Collected data entries:
-=-=-=-=-

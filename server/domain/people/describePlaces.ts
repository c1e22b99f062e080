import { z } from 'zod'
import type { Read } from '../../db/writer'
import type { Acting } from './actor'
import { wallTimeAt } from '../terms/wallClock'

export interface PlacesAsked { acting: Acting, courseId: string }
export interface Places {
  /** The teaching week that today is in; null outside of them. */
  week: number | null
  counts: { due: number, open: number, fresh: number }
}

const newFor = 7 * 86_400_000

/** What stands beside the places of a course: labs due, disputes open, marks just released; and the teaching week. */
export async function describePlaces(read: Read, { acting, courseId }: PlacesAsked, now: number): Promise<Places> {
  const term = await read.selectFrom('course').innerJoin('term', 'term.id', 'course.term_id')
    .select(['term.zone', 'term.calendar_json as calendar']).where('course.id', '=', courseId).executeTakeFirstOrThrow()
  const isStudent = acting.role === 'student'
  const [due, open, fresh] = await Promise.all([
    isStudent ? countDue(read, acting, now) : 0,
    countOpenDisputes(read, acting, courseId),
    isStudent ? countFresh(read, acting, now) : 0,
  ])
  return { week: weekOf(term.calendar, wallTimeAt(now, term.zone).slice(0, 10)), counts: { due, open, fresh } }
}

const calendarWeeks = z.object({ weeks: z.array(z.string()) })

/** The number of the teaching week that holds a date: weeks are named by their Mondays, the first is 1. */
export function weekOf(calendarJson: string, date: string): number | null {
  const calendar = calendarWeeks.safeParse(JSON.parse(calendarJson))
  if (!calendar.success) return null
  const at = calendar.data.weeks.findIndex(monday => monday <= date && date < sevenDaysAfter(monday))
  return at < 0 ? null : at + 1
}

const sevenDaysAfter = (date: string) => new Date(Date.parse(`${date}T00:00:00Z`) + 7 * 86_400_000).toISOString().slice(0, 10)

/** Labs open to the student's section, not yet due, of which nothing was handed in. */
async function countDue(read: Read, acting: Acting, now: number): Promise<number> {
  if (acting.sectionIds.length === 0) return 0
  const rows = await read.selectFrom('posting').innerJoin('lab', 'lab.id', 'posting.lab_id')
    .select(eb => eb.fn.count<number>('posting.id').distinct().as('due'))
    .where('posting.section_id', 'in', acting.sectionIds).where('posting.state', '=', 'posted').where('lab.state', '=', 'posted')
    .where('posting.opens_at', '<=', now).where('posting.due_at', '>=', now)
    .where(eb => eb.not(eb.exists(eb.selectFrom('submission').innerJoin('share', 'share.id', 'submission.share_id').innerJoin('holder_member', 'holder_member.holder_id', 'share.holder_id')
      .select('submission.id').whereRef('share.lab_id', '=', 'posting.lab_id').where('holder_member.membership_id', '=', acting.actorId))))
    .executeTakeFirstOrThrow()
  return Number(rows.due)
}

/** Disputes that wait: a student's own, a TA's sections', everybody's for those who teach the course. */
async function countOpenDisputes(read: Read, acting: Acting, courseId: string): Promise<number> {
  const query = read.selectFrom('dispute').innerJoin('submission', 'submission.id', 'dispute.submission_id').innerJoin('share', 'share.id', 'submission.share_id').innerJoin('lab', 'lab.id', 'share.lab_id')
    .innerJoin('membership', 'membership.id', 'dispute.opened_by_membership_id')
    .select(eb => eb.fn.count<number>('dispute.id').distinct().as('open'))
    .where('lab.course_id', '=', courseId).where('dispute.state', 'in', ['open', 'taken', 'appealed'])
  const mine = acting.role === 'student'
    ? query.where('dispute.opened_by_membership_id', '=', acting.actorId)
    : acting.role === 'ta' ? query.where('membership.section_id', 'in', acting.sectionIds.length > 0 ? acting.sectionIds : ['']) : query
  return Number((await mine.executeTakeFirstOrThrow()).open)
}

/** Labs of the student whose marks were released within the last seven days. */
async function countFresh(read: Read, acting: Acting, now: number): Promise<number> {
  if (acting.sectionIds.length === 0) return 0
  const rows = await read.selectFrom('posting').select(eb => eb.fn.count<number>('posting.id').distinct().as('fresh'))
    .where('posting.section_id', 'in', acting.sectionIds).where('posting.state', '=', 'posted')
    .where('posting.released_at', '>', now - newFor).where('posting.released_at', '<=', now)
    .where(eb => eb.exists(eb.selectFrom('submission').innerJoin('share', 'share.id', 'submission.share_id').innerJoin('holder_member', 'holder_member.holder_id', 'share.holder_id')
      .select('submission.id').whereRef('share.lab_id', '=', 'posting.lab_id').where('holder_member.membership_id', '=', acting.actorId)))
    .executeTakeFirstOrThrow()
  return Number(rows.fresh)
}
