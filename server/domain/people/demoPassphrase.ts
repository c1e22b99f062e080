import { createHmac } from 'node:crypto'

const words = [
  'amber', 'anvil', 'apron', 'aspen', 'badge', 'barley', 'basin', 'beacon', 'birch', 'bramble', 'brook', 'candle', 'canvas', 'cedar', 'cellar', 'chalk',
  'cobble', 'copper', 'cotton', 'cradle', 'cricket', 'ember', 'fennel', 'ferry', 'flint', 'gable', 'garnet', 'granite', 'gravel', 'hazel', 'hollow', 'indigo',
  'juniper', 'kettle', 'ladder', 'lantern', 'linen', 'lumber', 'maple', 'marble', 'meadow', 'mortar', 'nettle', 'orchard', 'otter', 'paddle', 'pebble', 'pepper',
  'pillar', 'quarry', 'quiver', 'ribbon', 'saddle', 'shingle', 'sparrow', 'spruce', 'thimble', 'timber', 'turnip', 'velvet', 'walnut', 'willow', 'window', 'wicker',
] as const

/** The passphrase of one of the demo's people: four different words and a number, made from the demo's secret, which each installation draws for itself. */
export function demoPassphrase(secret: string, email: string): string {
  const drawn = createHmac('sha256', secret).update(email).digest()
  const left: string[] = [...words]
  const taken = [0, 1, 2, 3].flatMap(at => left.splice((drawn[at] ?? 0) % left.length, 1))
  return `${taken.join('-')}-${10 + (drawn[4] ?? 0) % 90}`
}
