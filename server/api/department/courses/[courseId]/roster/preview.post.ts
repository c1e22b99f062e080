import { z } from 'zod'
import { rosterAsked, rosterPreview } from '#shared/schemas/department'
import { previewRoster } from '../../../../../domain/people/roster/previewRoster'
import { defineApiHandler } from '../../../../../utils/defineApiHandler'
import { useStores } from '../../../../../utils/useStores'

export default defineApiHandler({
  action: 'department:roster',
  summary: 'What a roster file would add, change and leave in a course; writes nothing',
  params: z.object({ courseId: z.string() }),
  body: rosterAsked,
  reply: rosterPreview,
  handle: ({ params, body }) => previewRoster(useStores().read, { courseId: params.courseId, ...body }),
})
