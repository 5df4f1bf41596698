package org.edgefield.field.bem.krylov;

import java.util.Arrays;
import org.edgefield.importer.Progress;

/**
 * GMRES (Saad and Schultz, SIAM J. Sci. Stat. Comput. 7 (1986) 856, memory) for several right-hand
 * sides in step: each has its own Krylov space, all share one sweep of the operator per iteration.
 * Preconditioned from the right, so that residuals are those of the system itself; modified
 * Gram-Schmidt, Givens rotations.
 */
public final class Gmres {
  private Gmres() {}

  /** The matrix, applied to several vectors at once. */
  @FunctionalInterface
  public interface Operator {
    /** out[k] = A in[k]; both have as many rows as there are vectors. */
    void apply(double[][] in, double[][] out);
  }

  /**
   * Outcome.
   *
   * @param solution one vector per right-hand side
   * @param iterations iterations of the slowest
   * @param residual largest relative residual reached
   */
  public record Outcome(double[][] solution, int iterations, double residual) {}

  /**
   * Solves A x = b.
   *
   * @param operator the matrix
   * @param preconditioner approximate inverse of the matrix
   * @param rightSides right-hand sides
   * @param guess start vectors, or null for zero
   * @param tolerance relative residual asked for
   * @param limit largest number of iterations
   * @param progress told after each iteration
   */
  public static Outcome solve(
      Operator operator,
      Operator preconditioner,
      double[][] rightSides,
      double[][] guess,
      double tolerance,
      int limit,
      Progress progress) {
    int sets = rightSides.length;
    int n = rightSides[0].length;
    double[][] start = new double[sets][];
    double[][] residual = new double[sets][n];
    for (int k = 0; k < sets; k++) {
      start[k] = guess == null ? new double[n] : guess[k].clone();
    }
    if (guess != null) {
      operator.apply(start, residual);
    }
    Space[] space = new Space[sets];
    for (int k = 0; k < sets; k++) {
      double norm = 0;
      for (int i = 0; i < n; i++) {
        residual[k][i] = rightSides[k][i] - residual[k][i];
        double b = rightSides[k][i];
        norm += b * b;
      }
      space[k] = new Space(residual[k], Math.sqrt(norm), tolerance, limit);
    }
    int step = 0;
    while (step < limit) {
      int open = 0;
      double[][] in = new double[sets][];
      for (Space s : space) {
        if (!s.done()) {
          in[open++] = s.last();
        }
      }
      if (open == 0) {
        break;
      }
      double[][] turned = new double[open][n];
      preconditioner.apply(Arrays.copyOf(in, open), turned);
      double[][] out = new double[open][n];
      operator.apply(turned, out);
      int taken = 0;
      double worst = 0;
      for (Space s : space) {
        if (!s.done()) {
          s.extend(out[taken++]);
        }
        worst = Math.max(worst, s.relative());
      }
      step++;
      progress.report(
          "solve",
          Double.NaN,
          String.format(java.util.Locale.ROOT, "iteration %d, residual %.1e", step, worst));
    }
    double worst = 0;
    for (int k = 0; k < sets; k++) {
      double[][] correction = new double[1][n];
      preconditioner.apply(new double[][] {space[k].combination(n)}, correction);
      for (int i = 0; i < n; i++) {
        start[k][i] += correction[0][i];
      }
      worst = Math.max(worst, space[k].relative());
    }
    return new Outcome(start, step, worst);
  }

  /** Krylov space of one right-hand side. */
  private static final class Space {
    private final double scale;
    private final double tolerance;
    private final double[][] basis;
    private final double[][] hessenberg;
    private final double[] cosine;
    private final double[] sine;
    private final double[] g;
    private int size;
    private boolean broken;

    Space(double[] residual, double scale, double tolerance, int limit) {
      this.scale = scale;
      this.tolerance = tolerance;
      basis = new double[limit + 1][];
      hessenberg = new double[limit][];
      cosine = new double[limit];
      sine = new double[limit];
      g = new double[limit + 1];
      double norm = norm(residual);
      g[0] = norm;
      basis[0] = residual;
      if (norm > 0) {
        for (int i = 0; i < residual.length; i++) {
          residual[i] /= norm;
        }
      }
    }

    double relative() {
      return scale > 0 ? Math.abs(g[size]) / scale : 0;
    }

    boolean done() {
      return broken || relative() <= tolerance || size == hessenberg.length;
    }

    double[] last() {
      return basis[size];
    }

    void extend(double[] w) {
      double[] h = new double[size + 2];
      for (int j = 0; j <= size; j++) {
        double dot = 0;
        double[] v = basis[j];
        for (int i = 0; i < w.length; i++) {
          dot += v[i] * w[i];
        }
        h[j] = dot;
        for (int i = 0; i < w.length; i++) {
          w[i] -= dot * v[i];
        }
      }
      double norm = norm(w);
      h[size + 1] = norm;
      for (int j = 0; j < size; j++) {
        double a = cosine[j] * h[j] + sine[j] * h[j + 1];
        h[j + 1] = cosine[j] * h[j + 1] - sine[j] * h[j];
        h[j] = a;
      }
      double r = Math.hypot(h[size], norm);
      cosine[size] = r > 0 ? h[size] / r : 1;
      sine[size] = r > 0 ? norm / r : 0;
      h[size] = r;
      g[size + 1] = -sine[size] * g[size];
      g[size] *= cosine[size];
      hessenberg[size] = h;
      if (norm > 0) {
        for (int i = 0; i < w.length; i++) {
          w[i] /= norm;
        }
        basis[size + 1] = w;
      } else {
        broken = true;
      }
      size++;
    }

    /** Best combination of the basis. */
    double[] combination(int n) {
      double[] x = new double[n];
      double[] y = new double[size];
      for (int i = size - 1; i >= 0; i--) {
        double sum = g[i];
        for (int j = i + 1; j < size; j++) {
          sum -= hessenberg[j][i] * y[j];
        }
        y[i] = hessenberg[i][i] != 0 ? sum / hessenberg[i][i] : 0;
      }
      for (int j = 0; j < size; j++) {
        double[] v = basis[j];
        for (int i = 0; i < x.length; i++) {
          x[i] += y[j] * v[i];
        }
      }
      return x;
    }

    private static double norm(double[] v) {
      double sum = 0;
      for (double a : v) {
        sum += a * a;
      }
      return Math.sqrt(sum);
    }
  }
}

-=-=-=-=-

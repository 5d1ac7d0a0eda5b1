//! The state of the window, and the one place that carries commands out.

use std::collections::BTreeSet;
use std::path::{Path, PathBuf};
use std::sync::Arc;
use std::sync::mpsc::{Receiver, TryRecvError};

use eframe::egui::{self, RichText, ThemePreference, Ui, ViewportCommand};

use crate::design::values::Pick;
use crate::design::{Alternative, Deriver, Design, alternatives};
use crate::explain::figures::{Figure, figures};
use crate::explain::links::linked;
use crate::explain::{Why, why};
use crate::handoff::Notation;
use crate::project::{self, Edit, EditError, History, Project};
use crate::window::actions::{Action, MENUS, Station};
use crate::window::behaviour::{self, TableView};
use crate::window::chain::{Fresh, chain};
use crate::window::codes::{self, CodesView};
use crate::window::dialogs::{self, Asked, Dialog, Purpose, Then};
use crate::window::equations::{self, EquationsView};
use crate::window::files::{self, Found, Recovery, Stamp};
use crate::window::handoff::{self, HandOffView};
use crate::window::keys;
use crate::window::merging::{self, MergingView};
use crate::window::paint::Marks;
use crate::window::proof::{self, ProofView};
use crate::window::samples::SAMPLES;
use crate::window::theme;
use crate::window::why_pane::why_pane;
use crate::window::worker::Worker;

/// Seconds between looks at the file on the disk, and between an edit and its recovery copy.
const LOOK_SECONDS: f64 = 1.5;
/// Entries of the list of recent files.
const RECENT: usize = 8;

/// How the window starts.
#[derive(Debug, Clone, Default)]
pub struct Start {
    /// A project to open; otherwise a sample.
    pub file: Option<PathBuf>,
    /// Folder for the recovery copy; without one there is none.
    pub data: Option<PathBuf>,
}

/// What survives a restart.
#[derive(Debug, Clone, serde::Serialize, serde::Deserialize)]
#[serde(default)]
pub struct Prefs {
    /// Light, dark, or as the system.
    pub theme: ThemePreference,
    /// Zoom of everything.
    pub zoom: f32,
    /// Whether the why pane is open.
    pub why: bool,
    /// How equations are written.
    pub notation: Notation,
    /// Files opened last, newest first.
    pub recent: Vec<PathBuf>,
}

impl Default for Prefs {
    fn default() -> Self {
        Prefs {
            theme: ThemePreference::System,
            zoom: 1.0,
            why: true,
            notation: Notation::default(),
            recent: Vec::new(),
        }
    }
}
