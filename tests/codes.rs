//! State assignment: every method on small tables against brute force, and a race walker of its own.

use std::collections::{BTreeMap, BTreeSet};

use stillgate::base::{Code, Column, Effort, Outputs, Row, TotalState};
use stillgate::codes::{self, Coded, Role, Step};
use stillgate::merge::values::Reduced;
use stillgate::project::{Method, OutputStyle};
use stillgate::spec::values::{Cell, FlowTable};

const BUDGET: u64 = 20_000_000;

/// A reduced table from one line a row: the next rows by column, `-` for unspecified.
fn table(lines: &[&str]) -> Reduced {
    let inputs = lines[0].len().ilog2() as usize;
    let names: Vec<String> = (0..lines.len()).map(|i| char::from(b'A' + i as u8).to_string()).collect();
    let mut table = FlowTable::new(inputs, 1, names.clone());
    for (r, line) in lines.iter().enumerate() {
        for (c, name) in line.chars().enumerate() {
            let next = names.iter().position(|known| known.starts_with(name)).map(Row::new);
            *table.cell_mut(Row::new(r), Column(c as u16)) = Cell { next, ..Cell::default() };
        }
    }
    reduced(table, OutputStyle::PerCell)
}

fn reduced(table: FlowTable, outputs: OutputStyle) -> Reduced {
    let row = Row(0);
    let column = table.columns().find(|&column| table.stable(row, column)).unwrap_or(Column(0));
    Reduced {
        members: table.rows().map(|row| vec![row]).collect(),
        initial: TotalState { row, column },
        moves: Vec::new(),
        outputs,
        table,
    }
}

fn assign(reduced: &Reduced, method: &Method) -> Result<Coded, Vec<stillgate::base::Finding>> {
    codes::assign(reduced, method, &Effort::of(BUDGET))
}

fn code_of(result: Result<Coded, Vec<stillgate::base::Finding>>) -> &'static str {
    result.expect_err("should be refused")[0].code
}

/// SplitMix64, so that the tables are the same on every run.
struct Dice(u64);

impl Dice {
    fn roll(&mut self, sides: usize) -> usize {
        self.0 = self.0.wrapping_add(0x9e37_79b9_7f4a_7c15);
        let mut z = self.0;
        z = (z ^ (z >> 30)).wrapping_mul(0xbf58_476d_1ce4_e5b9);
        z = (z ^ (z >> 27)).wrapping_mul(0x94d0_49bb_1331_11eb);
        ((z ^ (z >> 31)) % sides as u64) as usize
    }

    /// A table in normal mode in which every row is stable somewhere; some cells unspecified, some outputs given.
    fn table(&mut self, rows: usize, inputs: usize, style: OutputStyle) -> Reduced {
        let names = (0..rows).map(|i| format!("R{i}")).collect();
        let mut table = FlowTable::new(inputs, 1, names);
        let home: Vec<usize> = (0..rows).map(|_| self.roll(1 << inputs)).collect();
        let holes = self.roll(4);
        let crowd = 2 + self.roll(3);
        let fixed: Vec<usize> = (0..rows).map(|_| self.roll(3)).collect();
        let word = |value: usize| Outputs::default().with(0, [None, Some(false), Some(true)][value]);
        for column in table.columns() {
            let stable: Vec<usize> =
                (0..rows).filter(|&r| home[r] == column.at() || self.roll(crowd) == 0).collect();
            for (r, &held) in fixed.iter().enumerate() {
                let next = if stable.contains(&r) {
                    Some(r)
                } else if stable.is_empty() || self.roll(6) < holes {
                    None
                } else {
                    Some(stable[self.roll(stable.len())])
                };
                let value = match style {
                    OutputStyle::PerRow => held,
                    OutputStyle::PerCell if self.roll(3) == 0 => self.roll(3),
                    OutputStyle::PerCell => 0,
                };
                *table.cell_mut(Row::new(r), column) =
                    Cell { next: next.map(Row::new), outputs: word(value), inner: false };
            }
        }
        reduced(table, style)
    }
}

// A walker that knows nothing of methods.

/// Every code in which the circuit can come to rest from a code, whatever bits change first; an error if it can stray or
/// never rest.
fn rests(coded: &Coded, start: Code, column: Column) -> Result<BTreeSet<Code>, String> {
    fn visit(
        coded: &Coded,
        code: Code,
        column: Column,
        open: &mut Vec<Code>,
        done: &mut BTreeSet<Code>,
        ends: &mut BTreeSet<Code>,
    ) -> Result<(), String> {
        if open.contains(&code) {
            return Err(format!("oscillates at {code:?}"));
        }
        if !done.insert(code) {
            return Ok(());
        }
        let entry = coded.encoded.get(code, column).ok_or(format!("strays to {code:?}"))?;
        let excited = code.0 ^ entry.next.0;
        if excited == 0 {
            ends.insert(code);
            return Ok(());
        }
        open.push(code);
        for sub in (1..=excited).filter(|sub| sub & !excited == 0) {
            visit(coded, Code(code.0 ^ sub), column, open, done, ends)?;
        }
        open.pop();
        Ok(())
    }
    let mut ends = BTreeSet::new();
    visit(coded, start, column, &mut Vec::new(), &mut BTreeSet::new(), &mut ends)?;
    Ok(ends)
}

-=-=-=-=-

Return every line of the data above in which "public" appears.

public final class Gmres {
  public interface Operator {
  public record Outcome(double[][] solution, int iterations, double residual) {}
  public static Outcome solve(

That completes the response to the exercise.